Sur les conclusions à fin d'injonction :
13. Le présent arrêt, qui annule l'intégralité des mesures individuelles de nomination au grade de brigadier-chef de police au titre de 2019, implique d'enjoindre au ministre de l'intérieur d'arrêter un nouveau tableau d'avancement au grade de brigadier-chef de police au titre de 2019 dans un délai qu'il convient de fixer à quatre mois à compter de la notification du présent arrêt. Il y a lieu d'assortir cette injonction d'une astreinte de 100 euros par jour de retard.
Sur les conclusions indemnitaires du syndicat :
14. Si la Fédération professionnelle indépendante de la police soutient que les irrégularités qui ont entaché le tableau d'avancement au grade de brigadier-chef de police nationale au titre de 2019 auraient eu un impact sur sa notoriété et lui auraient causé un préjudice d'image et de réputation, elle ne l'établit pas.

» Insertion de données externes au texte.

"""`probsoil report`: the report again from stored results."""

from pathlib import Path
from typing import Annotated

import typer

from probsoil.cli._output import answering


def report(
    folder: Annotated[
        Path,
        typer.Argument(metavar="DIR", help="Results folder of an earlier run.", exists=True, file_okay=False),
    ],
    quiet: Annotated[bool, typer.Option("--quiet", "-q", help="Print nothing but errors.")] = False,
) -> None:
    """Write report and tables again from stored results, without calculating."""
    from probsoil.campaign.lock import locked_folder
    from probsoil.report import write_report, write_tables
    from probsoil.report.page import read_results

    with locked_folder(folder):
        write_tables(read_results(folder / "results.json"), folder)
        write_report(folder)
    if not quiet:
        with answering():
            typer.echo(f"Wrote {folder / 'report.html'}")
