"""The answer of `probsoil assess` in a terminal."""

from collections.abc import Mapping, Sequence
from pathlib import Path
from typing import TYPE_CHECKING, Any

from probsoil.cli._output import answer_console, counted, print_table
from probsoil.report.chance import chance_text, verdict_label
from probsoil.report.further import precision_lines
from probsoil.report.percentages import percent_text, plain_percent
from probsoil.report.ranking import basis_text, none_ranked_text, ranked_by
from probsoil.report.text import event_text, is_number, pair_text, rounded, warning_share
from probsoil.report.together import any_text

if TYPE_CHECKING:
    from rich.console import Console

DRIVERS_SHOWN = 3  # of each limit; the report has them all
CAUTION = (
    "An aid to judgement: it answers for its models and for the values given to it, no more. "
    "Local codes and a licensed engineer decide."
)

ELASTICITY = (
    "Elasticity: change of the chance, as a part of itself, for a small change of a parameter's spread (as a "
    "part of that) or of its mean (in standard deviations); ranks go by it, with its interval in brackets."
)


def print_summary(results: dict[str, Any], folder: Path) -> None:
    """Print what a reader must know first: chances, verdicts, drivers, warnings, where the report is.

    Parameters
    ----------
    results : dict
        Content of ``results.json``.
    folder : Path
        Results folder.
    """
    console = answer_console()
    count = counted(results["realisations"], "realisation")
    console.print(f"{results['title']}: {count} ({results['draws']}), seed {results['seed']}\n")
    _print_limits(console, results)
    if results.get("together"):
        console.print(f"Any of the {len(results['limits'])} limits exceeded: {any_text(results)}\n")
    _print_precision(console, results)
    _print_drivers(console, results)
    for warning in results["warnings"]:
        console.print(f"Warning: {warning['message']}{warning_share(warning)}")
    console.print(f"Report: {folder / 'report.html'}", soft_wrap=True)
    console.print(CAUTION)


def _print_limits(console: "Console", results: dict[str, Any]) -> None:
    print_table(
        console,
        "Chance that each limit is exceeded",
        (
            "limit",
            "exceeded when",
            f"chance ({plain_percent(results['confidence'])} interval)",
            "target",
            "verdict",
        ),
        (
            (
                limit["name"],
                event_text(limit),
                chance_text(limit, results),
                "-" if limit["target_probability"] is None else plain_percent(limit["target_probability"]),
                verdict_label(limit),
            )
            for limit in results["limits"]
        ),
    )


def _print_precision(console: "Console", results: dict[str, Any]) -> None:
    rows = precision_lines(results)
    if rows:
        print_table(
            console,
            f"Chances within {plain_percent(results['precision']['within'])}, where runs allowed it",
            ("limit", "chance (interval)", "within", "method", "runs"),
            rows,
        )


def _print_drivers(console: "Console", results: dict[str, Any]) -> None:
    rows = []
    for limit in results["limits"]:
        measure = ranked_by(results, limit["name"])
        drivers = [driver for driver in results["drivers"] if driver["limit"] == limit["name"]]
        rows += [_driver_row(driver, measure) for driver in _foremost(drivers, measure)]
    if rows:
        print_table(
            console,
            "Foremost drivers",
            (
                "limit",
                "rank",
                "parameter",
                "elasticity of the chance",
                "share of the spread",
                "a larger value",
            ),
            rows,
        )
        console.print(ELASTICITY)
    notes = {quality["limit"]: quality["note"] for quality in results["driver_quality"]}
    for limit in results["limits"]:
        said = [_ranking(limit, results), notes.get(limit["name"])]
        if any(said):
            console.print(f"Drivers of {limit['name']}: {'; '.join(part for part in said if part)}")


def _ranking(limit: dict[str, Any], results: dict[str, Any]) -> str | None:
    """Say what the ranks go by; nothing where the note says why there are none."""
    drivers = [driver for driver in results["drivers"] if driver["limit"] == limit["name"]]
    measure = ranked_by(results, limit["name"])
    if any(driver["rank"] for driver in drivers):
        return basis_text(limit, measure)
    judged = any(driver.get("spread_clear") is not None for driver in drivers)
    return none_ranked_text(limit, measure, drivers) if judged else None


def _foremost(drivers: Sequence[Mapping[str, Any]], measure: str) -> list[Mapping[str, Any]]:
    """Return the first by rank, and after them those of the largest share; none where nothing can be said.

    Without an elasticity, as where nothing or everything exceeds, nothing is known of the chance.
    """
    known = [driver for driver in drivers if is_number(driver[f"{measure}_elasticity"])]
    ranked = sorted((driver for driver in known if driver["rank"]), key=lambda driver: int(driver["rank"]))
    others = [driver for driver in known if not driver["rank"] and driver["share"] is not None]
    return (ranked + sorted(others, key=lambda driver: -float(driver["share"])))[:DRIVERS_SHOWN]


def _driver_row(driver: Mapping[str, Any], measure: str) -> tuple[str, str, str, str, str, str]:
    direction = driver["direction"]
    elasticity = rounded(driver[f"{measure}_elasticity"], 2)
    return (
        driver["limit"],
        str(driver["rank"] or "not ranked"),
        driver["parameter"],
        f"{measure} {elasticity} ({pair_text(driver[f'{measure}_interval'])})",
        _share_text(driver),
        "unclear" if direction == "unclear" else f"{direction} the chance",
    )


def _share_text(driver: Mapping[str, Any]) -> str:
    if driver["share"] is None:
        return "not available"
    low, high = (percent_text(share, 0) for share in driver["share_interval"])
    return f"{percent_text(driver['share'], 0)} ({low.removesuffix(' %')} to {high.removesuffix(' %')})"
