"""Tests in hand as they were understood, in a terminal."""

from typing import TYPE_CHECKING, Any

from probsoil.cli._output import print_table
from probsoil.report.text import number_text, percent_text, value_text

if TYPE_CHECKING:
    from rich.console import Console

    from probsoil.parameters import ParameterSpace
    from probsoil.scenario import Scenario


def print_evidence(console: "Console", scenario: "Scenario", space: "ParameterSpace") -> None:
    """Print the tests used, those left out and why, and what they change.

    Parameters
    ----------
    console : Console
        Where to.
    scenario : Scenario
        What was read.
    space : ParameterSpace
        Its parameters after the tests.
    """
    from probsoil.assessment.evidence_record import conflicts, evidence_record

    found: dict[str, Any] = evidence_record(space, scenario)
    record = found.get("evidence")
    if not record:
        return
    headings = ("test", "measured", "layer", "value", "error, bias (cov)", "informs")
    rows = [
        (
            row["test"],
            f"{row['kind']} {row['parameter']}",
            row["layer"],
            value_text(row["value"], row["unit"]),
            f"{percent_text(row['error_cov'])}, {percent_text(row['bias_cov'])}",
            ", ".join(row["informs"]),
        )
        for row in record["tests"]
    ]
    print_table(console, "Tests in hand", headings, rows)
    if record["unused"]:
        left = [(row["test"], f"{row['kind']} {row['parameter']}", row["reason"]) for row in record["unused"]]
        print_table(console, "Tests not used", ("test", "measured", "why not"), left)
    changed = [
        (row["name"], _spread(row["before"]), _spread(row["after"]), str(row["tests"]))
        for row in record["parameters"]
    ]
    titles = ("parameter", "before: median (5 to 95 %)", "after", "tests")
    print_table(console, "What the tests change", titles, changed)
    for _, message in conflicts(space):
        console.print(f"Look again: {message}\n")


def _spread(numbers: dict[str, float]) -> str:
    low, middle, high = (number_text(numbers[key]) for key in ("p05", "p50", "p95"))
    return f"{middle} ({low} to {high})"
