"""`probsoil template`: tables for a laboratory to fill in."""

from pathlib import Path
from typing import Annotated

import typer

from probsoil.cli._output import answering


def template(
    kind: Annotated[
        str,
        typer.Argument(metavar="[KIND]", help="all, ground, oedometer, triaxial, vane or cone."),
    ] = "all",
    out: Annotated[Path, typer.Option("--out", metavar="DIR", help="Folder to write to.")] = Path("sheets"),
    excel: Annotated[bool, typer.Option("--excel", help="One workbook instead of CSV files.")] = False,
    force: Annotated[bool, typer.Option("--force", help="Replace files that are there.")] = False,
) -> None:
    """Write tables for a laboratory to fill in, with explanations and marked examples."""
    from probsoil.laboratory.templates import write_templates

    files = write_templates(kind, out, excel=excel, replace=force)
    with answering():
        for file in files:
            typer.echo(f"Wrote {file}")
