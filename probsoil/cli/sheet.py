"""`probsoil sheet`: one deterministic calculation, layer by layer."""

from collections.abc import Mapping
from enum import StrEnum
from pathlib import Path
from typing import TYPE_CHECKING, Annotated, Any

import typer

from probsoil.cli._options import one_of, words_of

if TYPE_CHECKING:
    from rich.console import Console


class Values(StrEnum):
    """Where in its distribution every parameter is put."""

    mean = "mean"
    median = "median"


def sheet(  # noqa: PLR0913 - one option each
    file: Annotated[Path, typer.Argument(metavar="FILE", help="Scenario file.")],
    at: Annotated[
        Values,
        typer.Option(
            parser=one_of(Values),
            metavar="[mean|median]",
            autocompletion=words_of(Values),
            help="Value of every uncertain parameter.",
        ),
    ] = Values.mean,
    station: Annotated[
        str | None,
        typer.Option(
            "--station", metavar="NAME", help="Calculate at this station, not below the centreline or centre."
        ),
    ] = None,
    load: Annotated[
        str | None,
        typer.Option("--load", metavar="NAME", help="Calculate this further load, as if it were [load]."),
    ] = None,
    json: Annotated[bool, typer.Option("--json", help="Print the sheet as JSON.")] = False,
    csv: Annotated[bool, typer.Option("--csv", help="Print every table as CSV, one after another.")] = False,
    page: Annotated[
        Path | None,
        typer.Option(
            "--page", metavar="PAGE", help="Write the sheet as an HTML page to print, formulas included."
        ),
    ] = None,
) -> None:
    """Calculate once, every parameter at its mean or median, and show how, row by row."""
    if json and csv:
        raise typer.BadParameter("choose one of --json and --csv", param_hint="--csv")
    from probsoil.assessment import sheet as calculated
    from probsoil.cli._output import answer_console, answering, print_json
    from probsoil.report.sheet_columns import sheet_tables
    from probsoil.report.sheet_tables import tables_csv
    from probsoil.scenario import read_scenario

    content = calculated(read_scenario(file), at=at.value, station=station, load=load).to_dict()
    if page is not None:
        from probsoil.report.sheet_page import write_sheet

        write_sheet(page, content)
    with answering():
        if json:
            print_json(content)
        elif csv:
            typer.echo(tables_csv(sheet_tables(content)), nl=False)
        elif page is not None:
            typer.echo(f"Wrote {page}")
        else:
            _print_sheet(answer_console(), content)


def _print_sheet(console: "Console", content: Mapping[str, Any]) -> None:
    from probsoil.cli._output import counted, number, print_table
    from probsoil.report.sheet_columns import sheet_tables

    tests = counted(content["tests"], "test result")
    console.print(f"All parameters at their {content['at']}{f', after {tests}' if content['tests'] else ''}.")
    horizon = counted(content["times"][-1], "year")
    place = content.get("station", "centreline")
    console.print(f"Settlement at {horizon} {number(content['final_settlement'], '.3f')} m, at the {place}\n")
    for table in sheet_tables(content):
        if table.brief:
            print_table(console, table.title, table.headings, table.texts())
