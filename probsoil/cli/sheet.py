"""`probsoil sheet`: one deterministic calculation, layer by layer."""

from collections.abc import Iterable, Mapping, Sequence
from enum import StrEnum
from pathlib import Path
from typing import TYPE_CHECKING, Annotated, Any

import typer

if TYPE_CHECKING:
    from rich.console import Console


class Values(StrEnum):
    """Where in its distribution every parameter is put."""

    mean = "mean"
    median = "median"


def sheet(
    file: Annotated[Path, typer.Argument(metavar="FILE", help="Scenario file.")],
    at: Annotated[Values, typer.Option(help="Value of every uncertain parameter.")] = Values.mean,
    json: Annotated[bool, typer.Option("--json", help="Print the sheet as JSON.")] = False,
    csv: Annotated[bool, typer.Option("--csv", help="Print the layers as CSV.")] = False,
) -> None:
    """Calculate once, every parameter at its mean or median, and show each layer."""
    if json and csv:
        raise typer.BadParameter("choose one of --json and --csv", param_hint="--csv")
    from probsoil.assessment import sheet as calculated
    from probsoil.cli._output import answer_console, print_json
    from probsoil.scenario import read_scenario

    result = calculated(read_scenario(file), at=at.value)
    if json:
        print_json(result.to_dict())
    elif csv:
        typer.echo(result.to_frame().to_csv(index=False), nl=False)
    else:
        _print_sheet(answer_console(), result.to_dict())


def _print_sheet(console: "Console", content: Mapping[str, Any]) -> None:
    from probsoil.cli._output import number, print_table

    console.print(f"All parameters at their {content['at']}. Stresses are at the middle of each layer.")
    _print_layers(console, content["layers"])
    console.print(
        f"Settlement at {content['times'][-1]:g} years {number(content['final_settlement'], '.3f')} m\n"
    )
    times = zip(content["times"], content["settlement"], strict=True)
    print_table(
        console,
        "Settlement in time",
        ("time [years]", "settlement [m]"),
        ((number(time, ".2f"), number(value, ".3f")) for time, value in times),
    )
    _print_strength(console, content["strength"])
    if content["slip_safety"]:
        print_table(
            console,
            "Least factor of safety against undrained slip",
            ("at the end of stage", "factor [-]"),
            ((stage, number(value, ".2f")) for stage, value in content["slip_safety"].items()),
        )


def _print_layers(console: "Console", layers: Sequence[Mapping[str, Any]]) -> None:
    from probsoil.cli._output import number, print_table

    print_table(
        console,
        "Stresses",
        (
            "layer",
            "top [m]",
            "bottom [m]",
            "initial stress [kPa]",
            "preconsolidation [kPa]",
            "stress increase [kPa]",
        ),
        (
            (
                layer["name"],
                *(number(layer[key], ".2f") for key in ("top", "bottom")),
                *(
                    number(layer[key], ".1f")
                    for key in ("initial_stress", "preconsolidation", "stress_increase")
                ),
            )
            for layer in layers
        ),
    )
    print_table(
        console,
        "Compression",
        ("layer", "soil", "initial void ratio [-]", "strain [-]", "settlement [m]"),
        (
            (
                layer["name"],
                layer["soil"],
                number(layer["void_ratio"], ".3f"),
                number(layer["strain"], ".4f"),
                number(layer["settlement"], ".3f"),
            )
            for layer in layers
        ),
    )


def _print_strength(console: "Console", rows: Iterable[Mapping[str, Any]]) -> None:
    from probsoil.cli._output import number, print_table

    rows = list(rows)
    if not rows:
        return
    stages = list(rows[0]["at_end_of_stage"])
    print_table(
        console,
        "Undrained shear strength",
        ("layer", "depth [m]", "before [kPa]", *(f"{stage} [kPa]" for stage in stages)),
        (
            (
                row["layer"],
                number(row["depth"], ".2f"),
                number(row["before"], ".1f"),
                *(number(row["at_end_of_stage"][stage], ".1f") for stage in stages),
            )
            for row in rows
        ),
    )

Par suite, ses conclusions tendant au versement d'une somme de 3 000 euros en réparation desdits préjudices doivent être rejetées.
Sur les frais liés à l'instance :
15. Il n'y a pas lieu, dans les circonstances de l'espèce, de mettre à la charge de l'Etat la somme que le syndicat requérant lui demande sur le fondement de l'article L. 761-1 du code de justice administrative.
DECIDE :
Article 1er : Le mémoire présenté en appel par le syndicat Fédération Professionnelle Indépendante de la Police est écarté des débats.
Article 2 : Le jugement n° 1924583 du 2 juin 2022 du tribunal administratif de Paris est annulé.
Article 3 : L'arrêté du 2 août 2019 portant tableau d'avancement au grade de brigadier-chef de police au titre de 2019 ainsi que les nominations intervenues en exécution de ce tableau sont annulés.
Article 4 : Il est enjoint au ministre de l'intérieur d'arrêter un nouveau tableau d'avancement au grade de brigadier-chef de police au titre pour 2019, dans un délai de quatre mois à compter de la notification du présent jugement, sous astreinte de 100 euros par jour de retard.
Article 5 : Le surplus des demandes formées par le syndicat Fédération Professionnelle Indépendante de la Police devant le tribunal administratif de Paris est rejeté.
Article 6 : Le présent arrêt sera notifié au ministre de l'intérieur et des outre-mer et au syndicat Fédération Professionnelle Indépendante de la Police.
Délibéré après l'audience du 9 mars 2023, à laquelle siégeaient :
- Mme Vrignon-Villalba, présidente de la formation de jugement en application de l'article R. 222-26 du code de justice administrative,
- M. Perroy, premier conseiller,
- M. Aggiouri, premier conseiller.
Rendu public par mise à disposition au greffe le 31 mars 2023.
Le rapporteur,
G. PERROY
La présidente,
C. VRIGNON-VILLALBA
La greffière,
A. MAIGNAN
La République mande et ordonne au ministre de l'intérieur et des outre-mer ou à tous commissaires de justice à ce requis en ce qui concerne les voies de droit commun contre les parties privées, de pourvoir à l'exécution de la présente décision.